[[ Entries shown, beginning ]]

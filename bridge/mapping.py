"""Typed value objects for the tables in ``mappings/``, parsed from their text.

Owns: :class:`Plausibility` bounds and the :class:`Tables` bundle every core step receives.
Reading the files is the shell's job (``bridge.resources``); here only text becomes values.
"""

from __future__ import annotations

import tomllib
from collections.abc import Mapping
from dataclasses import dataclass

from bridge.errors import MappingError
from bridge.quality import GradeTable
from bridge.units import UnitCatalogue


@dataclass(frozen=True, slots=True)
class Bound:
    low: float
    high: float
    unit: str


@dataclass(frozen=True, slots=True)
class Plausibility:
    bounds: Mapping[str, Bound]
    mislabel_tolerance: float

    @classmethod
    def from_toml(cls, text: str, catalogue: UnitCatalogue, name: str = "plausibility.toml") -> Plausibility:
        try:
            data = tomllib.loads(text)
        except tomllib.TOMLDecodeError as exc:
            raise MappingError(name, "file", f"valid TOML ({exc})") from exc
        bounds: dict[str, Bound] = {}
        for path, entry in data.get("bounds", {}).items():
            try:
                bound = Bound(float(entry["low"]), float(entry["high"]), str(entry["unit"]))
            except (KeyError, TypeError, ValueError) as exc:
                raise MappingError(name, f"bounds.{path}", "low, high and unit") from exc
            if bound.unit not in catalogue.units or bound.low > bound.high:
                raise MappingError(name, f"bounds.{path}", "a catalogued UCUM unit and low <= high")
            bounds[path] = bound
        tolerance = data.get("mislabel", {}).get("factor_tolerance", 0.12)
        return cls(bounds, float(tolerance))


@dataclass(frozen=True, slots=True)
class Code:
    """One coded concept: ``system`` is "loinc" or "local" (resolved per destination)."""

    system: str
    code: str
    display: str


@dataclass(frozen=True, slots=True)
class CodeTable:
    """Observation codes per quantity key, the panel code and the code-system URIs."""

    codes: Mapping[str, Code]
    panel: Code
    systems: Mapping[str, str]

    @classmethod
    def from_toml(cls, text: str, name: str = "codes.toml") -> CodeTable:
        try:
            data = tomllib.loads(text)
        except tomllib.TOMLDecodeError as exc:
            raise MappingError(name, "file", f"valid TOML ({exc})") from exc
        systems = dict(data.get("systems", {}))
        if set(systems) != {"loinc", "local"}:
            raise MappingError(name, "systems", "exactly the keys loinc and local")
        codes = {key: _code(name, f"codes.{key}", entry, systems) for key, entry in data.get("codes", {}).items()}
        return cls(codes, _code(name, "panel", data.get("panel", {}), systems), systems)


def _code(name: str, where: str, entry: Mapping[str, object], systems: Mapping[str, str]) -> Code:
    system, code, display = entry.get("system"), entry.get("code"), entry.get("display")
    if system not in systems or not isinstance(code, str) or not code or not isinstance(display, str):
        raise MappingError(name, where, f"system ({' or '.join(systems)}), code and display")
    return Code(str(system), code, display)


@dataclass(frozen=True, slots=True)
class Tables:
    """Every code table and rule table the pure core needs, parsed once by the shell."""

    units: UnitCatalogue
    grades: GradeTable
    plausibility: Plausibility
    codes: CodeTable
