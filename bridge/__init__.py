"""dlco-bridge: single-breath DLCO results from lab exports to FHIR R4 and HL7 v2.

Not a medical device. It normalises, recomputes and flags; local policy and licensed
practice decide what is used clinically.
"""

from bridge.errors import BridgeError, InputError
from bridge.model import Finding, Outcome, Quantity, Session, Severity
from bridge.pipeline import PipelineSettings, Route, process
from bridge.tables.files import load_tables
from bridge.version import __version__

__all__ = [
    "BridgeError",
    "Finding",
    "InputError",
    "Outcome",
    "PipelineSettings",
    "Quantity",
    "Route",
    "Session",
    "Severity",
    "__version__",
    "load_tables",
    "process",
]
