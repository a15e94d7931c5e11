"""The canonical record: one single-breath DLCO test session of one patient.

Owns the shape of the data every reader produces and every emitter consumes. Every quantity
is a :class:`Quantity` (value + unit, with the value and unit it arrived with). Every part is
plain immutable data (:func:`bridge.values.record`: a frozen dataclass with slots), validated once
where it comes in (:func:`bridge.values.read_as`, also the JSON Schema's source) and never again;
steps return new values with ``dataclasses.replace``. Imports only the stdlib and pydantic: no
I/O, no clock.

Each quantity field declares its *dimension* and *canonical unit* with a :class:`Measure`
annotation; ``bridge.science.normalise`` reads these to convert every quantity to the canonical unit.
"""

from __future__ import annotations

from collections.abc import Callable
from dataclasses import field
from enum import StrEnum
from typing import Annotated, Literal

from pydantic import Field

from bridge.lung_volume_record import LungVolumes as LungVolumes
from bridge.lung_volume_record import LungVolumesDerived as LungVolumesDerived
from bridge.spirometry_record import Ethnicity as Ethnicity
from bridge.spirometry_record import Spirometry as Spirometry
from bridge.spirometry_record import SpirometryDerived as SpirometryDerived
from bridge.values import DATE_PATTERN as DATE_PATTERN
from bridge.values import DATE_TIME_PATTERN as DATE_TIME_PATTERN
from bridge.values import Filled as Filled
from bridge.values import IsoDate as IsoDate
from bridge.values import IsoDateTime as IsoDateTime
from bridge.values import Measure as Measure
from bridge.values import Original as Original
from bridge.values import Quantity as Quantity
from bridge.values import Text as Text
from bridge.values import Uri as Uri
from bridge.values import filled_fields as filled_fields
from bridge.values import number_text as number_text
from bridge.values import read_as as read_as
from bridge.values import record as record

# Annotated quantity kinds: the dimension and the unit the core keeps each one in.
# The core computes in traditional units because the equations of the standards are written so.
DiffusingCapacity = Annotated[Quantity, Measure("diffusing_capacity", "mL/min/mm[Hg]")]
TransferCoefficient = Annotated[Quantity, Measure("transfer_coefficient", "mL/min/mm[Hg]/L")]
Volume = Annotated[Quantity, Measure("volume", "L")]
Duration = Annotated[Quantity, Measure("time", "s")]
Pressure = Annotated[Quantity, Measure("pressure", "mm[Hg]")]
Altitude = Annotated[Quantity, Measure("length", "m", signed=True)]
BodyHeight = Annotated[Quantity, Measure("length", "cm")]
BodyWeight = Annotated[Quantity, Measure("mass", "kg")]
Haemoglobin = Annotated[Quantity, Measure("mass_concentration", "g/dL")]
Percentage = Annotated[Quantity, Measure("fraction", "%")]
Temperature = Annotated[Quantity, Measure("temperature", "Cel", signed=True)]

GasFraction = Annotated[float, Field(ge=0.0, le=1.0, allow_inf_nan=False, strict=True)]


class Sex(StrEnum):
    FEMALE = "female"
    MALE = "male"
    OTHER = "other"
    UNKNOWN = "unknown"


@record
class Lab:
    name: Text
    site: Text | None = None


@record
class Patient:
    id: Text
    id_system: Uri
    family: Text | None = None
    given: Text | None = None
    sex: Sex
    birth_date: IsoDate
    height: BodyHeight
    weight: BodyWeight | None = None
    ethnicity: Ethnicity | None = None  # for GLI-2012 only; GLI Global (the default) takes none


class SampleGasHandling(StrEnum):
    """How the analyser treats water vapour and CO2 in the alveolar sample (S05 Table 5)."""

    H2O_REMOVED = "h2o_removed"
    H2O_AND_CO2_REMOVED = "h2o_and_co2_removed"
    ROOM_EQUILIBRATED = "room_equilibrated"
    HEATED_WET = "heated_wet"


@record
class Method:
    """Device-neutral description of how the test was done."""

    analyser: Literal["classical", "rapid"] = "classical"
    tracer_gas: Text | None = None
    sample_gas: SampleGasHandling = SampleGasHandling.H2O_REMOVED
    inspired_volume_condition: Literal["ATPD", "BTPS"] = "ATPD"


@record
class Conditions:
    barometric_pressure: Pressure | None = None
    altitude: Altitude | None = None
    hemoglobin: Haemoglobin | None = None
    carboxyhemoglobin: Percentage | None = None
    room_temperature: Temperature | None = None
    inspired_o2_fraction: GasFraction | None = None
    alveolar_co2_fraction: GasFraction | None = None


@record
class ManoeuvreReport:
    """What the device itself computed for one manoeuvre."""

    dlco: DiffusingCapacity | None = None
    va: Volume | None = None


@record
class Manoeuvre:
    inspired_volume: Volume
    vital_capacity: Volume | None = None
    breath_hold_time: Duration
    sample_collection_time: Duration | None = None
    inspired_co_fraction: GasFraction
    inspired_tracer_fraction: GasFraction
    alveolar_co_fraction: GasFraction
    alveolar_tracer_fraction: GasFraction
    instrument_dead_space: Volume | None = None
    anatomic_dead_space: Volume | None = None
    reported: ManoeuvreReport = ManoeuvreReport()


@record
class ReferenceLimits:
    dlco: DiffusingCapacity | None = None
    kco: TransferCoefficient | None = None
    va: Volume | None = None


@record
class Predicted:
    """Predicted values as the lab reported them, and the reference set they came from."""

    reference_set: Text | None = None
    # True: the lab's predicted values (and limits) are already adjusted to the altitude of the
    # test, so they are compared with the DLCO and KCO as measured there, never with the values
    # adjusted to sea level (the adjustment is not applied twice). False (the default): they are
    # sea-level values, like GLI-2017's.
    altitude_adjusted: bool = False
    dlco: DiffusingCapacity | None = None
    kco: TransferCoefficient | None = None
    va: Volume | None = None
    lower_limits: ReferenceLimits | None = None


@record
class Results:
    dlco: DiffusingCapacity | None = None
    va: Volume | None = None
    kco: TransferCoefficient | None = None
    dlco_hb_adjusted: DiffusingCapacity | None = None
    tlc: Volume | None = None
    predicted: Predicted | None = None


# A path to one value of the record, as findings name it, and an HL7 table 0085 code.
StatusPath = Annotated[str, Field(pattern=r"^[a-z_]+(\[\d+\])?(\.[a-z][a-z0-9_]*(\[\d+\])?)+$")]
StatusCode = Annotated[str, Field(pattern=r"^[A-Z]$")]


@record
class Session:
    """One DLCO test session: the hub every reader produces and every emitter consumes."""

    format: Literal["dlco-result/1"]
    test_id: Annotated[Text, Field(max_length=64)]
    placer_order_number: Annotated[Text, Field(max_length=64)] | None = None  # the requester's order, if exported
    performed_at: IsoDateTime
    lab: Lab
    patient: Patient
    method: Method = Method()
    conditions: Conditions = Conditions()
    manoeuvres: tuple[Manoeuvre, ...] = ()
    results: Results = Results()
    spirometry: Spirometry | None = None
    lung_volumes: LungVolumes | None = None  # static lung volumes (TLC, FRC, RV ...) and their method
    # The lab's own status of single values: an HL7 v2.5.1 table 0085 code (as in OBX-11) by the
    # value's path (``results.dlco``, ``manoeuvres[0].reported.dlco``); a value without one is final.
    # mappings/result_status.toml says what each code does (bridge.science.lab_status).
    lab_status: Annotated[
        dict[StatusPath, StatusCode],
        Field(
            description="The lab's status of single values, by path (results.dlco): a code of HL7 v2.5.1 table 0085 "
            "(OBX-11); a value without one is final. docs/format.md says what each code does.",
            json_schema_extra={"additionalProperties": False},
        ),
    ] = field(default_factory=dict)


class Severity(StrEnum):
    INFO = "info"
    WARNING = "warning"
    ERROR = "error"


@record
class Finding:
    """A data-quality or consistency observation: collected, never raised.

    ``code`` is stable (documented in docs/findings.md), ``path`` points into the record,
    ``message`` is a sentence a person can act on, with its numbers in the canonical units.
    A finding whose sentence carries quantities also keeps them (``values``) and the sentence
    with a ``{name}`` place for each (``template``), so that :meth:`text` can say it in the
    units of whoever reads it (an SI destination gets SI numbers).
    """

    code: str
    severity: Severity
    path: str
    message: str
    template: str | None = None
    values: dict[str, Quantity] = field(default_factory=dict)

    def text(self, show: Callable[[Quantity], str] | None = None) -> str:
        """The message with each quantity written by ``show`` (value and unit); ``message`` without it."""
        if self.template is None or show is None:
            return self.message
        return self.template.format_map({name: show(q) for name, q in self.values.items()})


@record
class ManoeuvreAssessment:
    """What the bridge recomputed for one manoeuvre."""

    index: int
    va: Quantity | None = None
    dlco: Quantity | None = None
    grade: str
    grade_reasons: tuple[str, ...] = ()


# Which value a per cent predicted or z-score compares: the measured one, or adjusted to sea level,
# to standard haemoglobin, or both.
ComparedBasis = Literal["measured", "pressure_adjusted", "hb_adjusted", "hb_and_pressure_adjusted"]


@record
class ReferenceValue:
    """One result compared with a reference set: predicted, limits of normal, z-score, band (canonical units).

    ``compared`` is the value the z-score and per cent predicted rest on: the measured value, or
    the value adjusted as the site's ``reference_basis`` asks, where that adjustment applies
    (``basis`` says which).
    """

    reference_set: Text
    basis: ComparedBasis
    compared: Quantity
    predicted: Quantity
    lln: Quantity
    uln: Quantity
    z_score: float
    percent_predicted: Quantity
    impairment: Literal["normal", "mild", "moderate", "severe"]
    flag: Literal["L", "N", "H"]

    @property
    def band(self) -> str:
        """The band as people read it: the impairment, or "above the ULN" (the bands grade low values only)."""
        return "above the ULN" if self.flag == "H" else self.impairment


@record
class Derived:
    """Values the bridge recomputed from the record, in canonical units."""

    age_years: float
    kco: Quantity | None = None
    dlco_hb_adjusted: Quantity | None = None
    # Adjusted to sea level (PIO2 150 mmHg) whenever a barometric pressure or an altitude is
    # given, whatever the numbers; to standard Hb (Cotes) whenever there is an Hb factor; both
    # when both apply. Each name is the key of the result that carries it (compared.basis_key).
    dlco_pressure_adjusted: Quantity | None = None
    kco_pressure_adjusted: Quantity | None = None
    kco_hb_adjusted: Quantity | None = None
    dlco_hb_pressure_adjusted: Quantity | None = None
    kco_hb_pressure_adjusted: Quantity | None = None
    dlco_cohb_adjusted: Quantity | None = None
    dlco_from_manoeuvres: Quantity | None = None
    va_from_manoeuvres: Quantity | None = None
    manoeuvres: tuple[ManoeuvreAssessment, ...] = ()
    session_grade: str | None = None
    # The one repeatability decision (quality.select_reported): which manoeuvres make the
    # reported value, whether they agree within the standard's limit, and the caution to show.
    reported_manoeuvres: tuple[int, ...] = ()
    repeatable: bool | None = None  # None: fewer than two manoeuvres to compare
    # The criterion ``repeatable`` was decided by (a name in mappings/quality_grades.toml), with manoeuvres.
    repeatability_criterion: str | None = None
    # Criteria the session grade does not rest on (no VC: "VI/VC not evaluated: no vital capacity").
    grade_not_evaluated: tuple[str, ...] = ()
    quality_caution: str | None = None
    # Per cent of the lab's own predicted values, of the DLCO and KCO compared as ``lab_basis`` says.
    dlco_percent_predicted: Quantity | None = None
    kco_percent_predicted: Quantity | None = None
    va_percent_predicted: Quantity | None = None
    # The value per cent predicted and the GLI-2017 z-scores of DLCO and KCO compare (None: no such
    # result); one basis for both (compared.compare).
    dlco_basis: ComparedBasis | None = None
    kco_basis: ComparedBasis | None = None
    # The value the lab's own predicted values compare: the same, but as measured at altitude when
    # the lab's predicted values are already altitude-adjusted (None: no predicted values from the lab).
    lab_basis: ComparedBasis | None = None
    # Why the adjustment the site's reference_basis asks for could not be made (the measured value is compared).
    reference_basis_fallback: str | None = None
    # GLI-2017 reference values of the results (bridge.science.reference); None where there is no
    # result, and all None with ``reference_not_computed`` saying why when the equations do not apply.
    reference_dlco: ReferenceValue | None = None
    reference_kco: ReferenceValue | None = None
    reference_va: ReferenceValue | None = None
    reference_not_computed: str | None = None
    spirometry: SpirometryDerived | None = None  # None: the session has no spirometry
    lung_volumes: LungVolumesDerived | None = None  # None: the session has no lung volumes


# "ndjson" is the audit's hand-over (the resources of one outcome, one per line): a route of the
# pipeline like the others, but not a message a destination or convert sends (OUTPUT_KINDS).
OutputKind = Literal["fhir", "hl7", "ndjson"]
OUTPUT_KINDS: tuple[OutputKind, ...] = ("fhir", "hl7")


@record
class Carried:
    """One resource (FHIR) or OBX segment (HL7 v2) of a payload, as sent: what the ledger keeps of it.

    ``value`` is the value's text exactly as sent, ``status`` the status as sent (FHIR
    ``final``, ``corrected``, ``entered-in-error`` ...; an OBX-11 letter), ``digest`` the
    SHA-256 (hex) of the resource's compact JSON or of the segment's text.
    """

    resource_type: str  # FHIR resource type, or "OBX"
    identifier_system: str
    identifier_value: str
    code_system: str | None = None
    code: str | None = None
    value: str | None = None
    unit: str | None = None
    status: str = ""
    digest: str


@record
class Payload:
    """One message built for one outcome: its kind, units, stable id and bytes.

    What it carries, resource by resource, is read from the bytes when the ledger records it
    (``bridge.emit.manifest.carried``); ``identifiers`` is the one thing the bytes do not say:
    the identifier of the result each OBX of an ORU^R01 carries, in OBX order.
    """

    kind: OutputKind
    units: Literal["si", "traditional"]
    message_id: str  # stable: the same content gives the same id
    content_type: str
    data: bytes
    identifiers: tuple[str, ...] = ()


@record
class Outcome:
    """The result of the pipeline for one input: the record, what was derived and found, the payloads."""

    source: str
    source_sha256: str
    session: Session
    derived: Derived
    findings: tuple[Finding, ...] = ()
    payloads: tuple[Payload, ...] = ()
    correction: bool = False  # the payloads replace a result already sent for this test id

[[ Entries shown, end ]]

Your assignment:
In the lines above, find the word "same" and copy every line it occurs in.

Result for this task:
    # The value the lab's own predicted values compare: the same, but as measured at altitude when
    message_id: str  # stable: the same content gives the same id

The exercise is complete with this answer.